Deer were not cooperative Sunday morning as I sat high in a tree overlooking French Creek in scenic Knox County. But the beauty of sitting in nature long enough is that something will usually catch your eye, if you stay awake and attentive and ignore your cellphone.
Sure enough, as an otherwise slow morning neared an end, the cackle of a rooster pheasant caught my ears … then my eyes. There not 50 feet away, a gaudy rooster floated into our prairie following a group of 9-10 hen pheasants.
Breeding season is months away, but those hens sure acted like they were avoiding the loud-beaked rooster. Once they landed, the hens scattered, some sprinting into the prairie, some for a nearby plot of sorghum.

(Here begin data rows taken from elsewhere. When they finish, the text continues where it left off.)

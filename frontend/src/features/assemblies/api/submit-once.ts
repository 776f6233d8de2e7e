import { api, isApiError } from '@/lib/api-client';

/** A fresh key for one form submission: the server does the work once per key. */
export function newSubmissionKey(): string {
  const random =
    typeof crypto !== 'undefined' && typeof crypto.randomUUID === 'function'
      ? crypto.randomUUID()
      : `${Date.now().toString(36)}-${Math.random().toString(36).slice(2)}-${Math.random().toString(36).slice(2)}`;
  return random.replace(/-/g, '');
}

/**
 * Posts a field submission with its key. When the answer is lost on the way back (no network),
 * it asks once more with the same key: the server either does it now or answers with what it
 * stored the first time, so the action is never done twice.
 */
export async function submitOnce<T>(path: string, body: object, idempotencyKey: string): Promise<T> {
  const payload = { ...body, idempotencyKey };
  try {
    return await api.post<T>(path, payload);
  } catch (error) {
    if (isApiError(error) && error.status === 0) return api.post<T>(path, payload);
    throw error;
  }
}

/** True when the outcome is not known: the request may or may not have reached the server. */
export function outcomeUnknown(error: unknown): boolean {
  return isApiError(error) && (error.status === 0 || error.status >= 500);
}
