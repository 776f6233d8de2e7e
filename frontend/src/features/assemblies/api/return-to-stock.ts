import type { z } from 'zod';
import type { returnToStockSchema } from '@shared/schemas/assemblies.schema';
import { type LifecycleAnswer, type LifecycleOptions, useLifecycleMutation } from './lifecycle-mutation';
import { submitOnce } from './submit-once';

/** The body as the form sends it: measurements as `{ value, unit }`, the key added by the submission. */
export type ReturnToStockRequest = Omit<z.input<typeof returnToStockSchema>, 'idempotencyKey'>;

export interface ReturnToStockRequestVariables {
  assemblyId: string;
  input: ReturnToStockRequest;
  idempotencyKey: string;
}

/** Puts a removed assembly back into stock: only after an inspection and a proof test passed since the removal. */
export function returnToStock({ assemblyId, input, idempotencyKey }: ReturnToStockRequestVariables): Promise<LifecycleAnswer> {
  return submitOnce<LifecycleAnswer>(`/api/assemblies/${encodeURIComponent(assemblyId)}/return-to-stock`, input, idempotencyKey);
}

export function useReturnToStock(options: LifecycleOptions<ReturnToStockRequestVariables> = {}) {
  return useLifecycleMutation(returnToStock, options);
}
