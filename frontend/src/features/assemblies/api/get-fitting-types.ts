import { queryOptions, useQuery } from '@tanstack/react-query';
import type { ListResponse } from '@shared/schemas/common.schema';
import type { FittingTypeDto } from '@shared/schemas/register.schema';
import { api } from '@/lib/api-client';
import { lookupKeys } from './lookup-keys';

/** The fitting types of the catalogue, by code (a plant keeps a few dozen at most). */
export function getFittingTypes(signal?: AbortSignal): Promise<ListResponse<FittingTypeDto>> {
  return api.get<ListResponse<FittingTypeDto>>('/api/fitting-types', { sort: 'code', pageSize: 200 }, signal);
}

export const fittingTypesQueryOptions = () =>
  queryOptions({
    queryKey: lookupKeys.fittingTypes.list(),
    queryFn: ({ signal }) => getFittingTypes(signal),
    staleTime: 5 * 60_000,
  });

export function useFittingTypes() {
  return useQuery(fittingTypesQueryOptions());
}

Yes, there are still pheasants in central Illinois – a bird many people tell me they used to see but never do any more. Generally, those same people offer up coyotes or hawks as causes for the lack of pheasants.
I nod along to be polite. And in truth, raccoons are a huge problem. But predators are not the main reason pheasants have become rare.
This Saturday (Dec. 14) in Yates City, a group of us can help you crack the pheasant code. Just stop by Salem Township Library between 10 a.m. to noon for the second Native Seed Celebration, spend a few minutes chatting and take home some native prairie seeds. That this year’s gathering is sponsored in part by the University of Maquon botany department only adds to the excitement.
I’m not sure what other participants will bring to the free event, but my bounty so far includes prairie blazing star, two kinds of milkweed (butterfly and swamp), Indian paintbrush, white aster, bergamot, ironweed, Joe Pye weed and a grab-bag of seeds collected last summer and fall in Illinois and Iowa.
Other participants will no doubt offer other native seeds and maybe even some nuts for you tree growers.
Last year, we billed this as a seed exchange, which was a mistake. Word was some folks stayed home, since they had no seeds to exchange.
Don’t let that happen this Saturday. The event is open to folks who have something to swap, but also to any of you who want merely to sow a few native prairie seeds but don’t have any to share.
And you don’t need acres for your prairie planting. Even just a small space in your yard can be a great seedbed. Many seeds I collect come from a small, kidney-shaped bed in front of our Elmwood home that is busy all spring and summer with visiting bugs and birds.
No, you probably won’t attract pheasants into town. But if you plant natives, you will see butterflies, goldfinches, hummingbirds and quite an array of cool insects.
Really, that’s the goal of having this event – to see more native plants growing on an Illinois landscape that has so few prairie plants left. That and the chance to swap a few prairie tales with like-minded folks will make Saturday a success. So join in.